Assume my portfolio has a current market value of $$V_0$$, that the daily returns are independent and identically distributed as a normal distribution $$N(0, \sigma^2)$$ and that there are $$N$$ trading days in a year. Also, let $$\Phi$$ denote the cdf of the standard normal distribution.

The Value at Risk rescaling formula says that $$\text{VaR}_{\alpha,N}=\text{VaR}_{\alpha,1}\times\sqrt{N}=V_0\times\Phi^{-1}(\alpha)\times\sigma\times\sqrt{N}$$

Now, let $$V$$ be the portfolio's value after the $$N$$-day period. It is clear that $$V=V_0\times\prod_{i=1}^{N}(1+R_i)$$ $$\log(V)=\log(V_0)+\sum_{i=1}^{N}\log(1+R_i)$$ and, by the Taylor expansion of $$\log(1+x)$$ we get that $$\log(V)=\log(V_0)+\sum_{i=1}^{N}R_i$$ plus smaller terms. Applying the central limit theorem we get that $$\log(V)\sim N\left(\log(V_0),N\sigma^2\right)$$ and thus $$\text{VaR}_{\alpha,N}$$ is the number $$x$$ such that $$\mathbf{P}(V\le x)=\alpha$$ But $$\mathbf{P}(V\le x)=\mathbf{P}(\log(V)\le \log(x))=\Phi\left(\frac{\log(x)-\log(V_0)}{\sqrt{N}\sigma}\right)$$ and therefore $$\text{VaR}_{\alpha,N}=x=\exp(\log(V_0)+\sqrt{N}\sigma\Phi^{-1}(\alpha))=V_0\exp(\sqrt{N}\sigma\Phi^{-1}(\alpha))$$ which is certainly different from the usual formula.

Question: why are the two formulas different? What am I missing? Is the difference caused solely by the approximation $$\log(1+x)\approx x$$?

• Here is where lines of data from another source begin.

/**
 * Display conversions. The API and storage are SI (MPa, °C, µε); ksi and °F are a user preference
 * applied only when showing values.
 */

/** 1 psi = 6 894.757 293 168 Pa (NIST SP 811, Appendix B; exact from the international pound and inch). */
export const MPA_PER_KSI = 6.894757293168361;

export function mpaToKsi(mpa: number): number {
  return mpa / MPA_PER_KSI;
}

export function ksiToMpa(ksi: number): number {
  return ksi * MPA_PER_KSI;
}

export function celsiusToFahrenheit(celsius: number): number {
  return (celsius * 9) / 5 + 32;
}

export function fahrenheitToCelsius(fahrenheit: number): number {
  return ((fahrenheit - 32) * 5) / 9;
}

/** Temperature differences and expansion coefficients scale without the 32 °F offset. */
export function celsiusIntervalToFahrenheit(celsiusDifference: number): number {
  return (celsiusDifference * 9) / 5;
}

/** An expansion coefficient in µε/°C expressed per °F. */
export function perCelsiusToPerFahrenheit(perCelsius: number): number {
  return (perCelsius * 5) / 9;
}

export type StressUnit = "MPa" | "ksi";
export type TemperatureUnit = "°C" | "°F";

export function stressIn(unit: StressUnit, mpa: number): number {
  return unit === "ksi" ? mpaToKsi(mpa) : mpa;
}

export function temperatureIn(unit: TemperatureUnit, celsius: number): number {
  return unit === "°F" ? celsiusToFahrenheit(celsius) : celsius;
}

/** "1,234 µε": whole microstrain is the resolution gauges are read to in the field (common practice). */
export function formatMicrostrain(microstrain: number, fractionDigits = 0): string {
  return `${microstrain.toLocaleString("en-US", {
    minimumFractionDigits: fractionDigits,
    maximumFractionDigits: fractionDigits,
  })} µε`;
}

export type UnitSystem = "si" | "us";

/** The units a person reads stresses and temperatures in; strain is µε in both systems. */
export function displayUnits(system: UnitSystem): { stress: StressUnit; temperature: TemperatureUnit } {
  return system === "us" ? { stress: "ksi", temperature: "°F" } : { stress: "MPa", temperature: "°C" };
}

/** A stored SI value (stress MPa, strain µε, temperature °C) in the person's units, with the unit. */
export function inDisplayUnits(system: UnitSystem, quantity: "stress" | "strain" | "temperature", value: number): { value: number; unit: string } {
  const units = displayUnits(system);
  if (quantity === "stress") return { value: stressIn(units.stress, value), unit: units.stress };
  if (quantity === "temperature") return { value: temperatureIn(units.temperature, value), unit: units.temperature };
  return { value, unit: "µε" };
}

I looked through your proof and it looks mostly fine, but 2 things:

The scaling formula for VaR is given by (you wrote an extra $$\sigma$$) and I use $$Z$$ instead of $$\Phi^{-1}(\alpha)$$:

$$VaR_{\alpha,T} = VaR_{\alpha,1} * \sqrt{T} = V_0 * \sigma * Z * \sqrt{T}$$

and your final formula was missing a $$\sigma$$ as well:

$$VaR_{\alpha,T} = x = \exp(\ln(V_0) + \sqrt{T}\sigma\Phi^{-1}(\alpha)) = V_0\exp(\sqrt{T}\sigma\Phi^{-1}(\alpha))$$

My feeling for where the problems started was your VaR formulation (the definition is wrong). The VaR is defined as the loss of a portfolio over a time horizon and not the value of the portfolio.

Therefore, the probability function should be written as (I use $$X$$ instead of $$x$$):

$$P(V_0 - V \le X) = \alpha \rightarrow P(V \le V_0 - X) = 1 - \alpha$$

We can then get:

$$1 - \alpha = \Phi(\frac{\ln(V_0 - X) - \ln(V_0)}{\sqrt{T}\sigma}) \rightarrow -Z = \frac{\ln(V_0 - X) - \ln(V_0)}{\sqrt{T}\sigma}$$

If we make the VaR $$X$$ the subject of the equation:

$$X = V_0 (1 - \exp(-Z\sigma\sqrt{T}))$$

Applying the Taylor series $$\exp(-x) \approx 1 - x$$ (and ignoring higher terms):

$$X \approx V_0(1 - (1 - Z\sigma\sqrt{T})) = V_0Z\sigma\sqrt{T}\;(proven)$$

Please let me know if this helps you.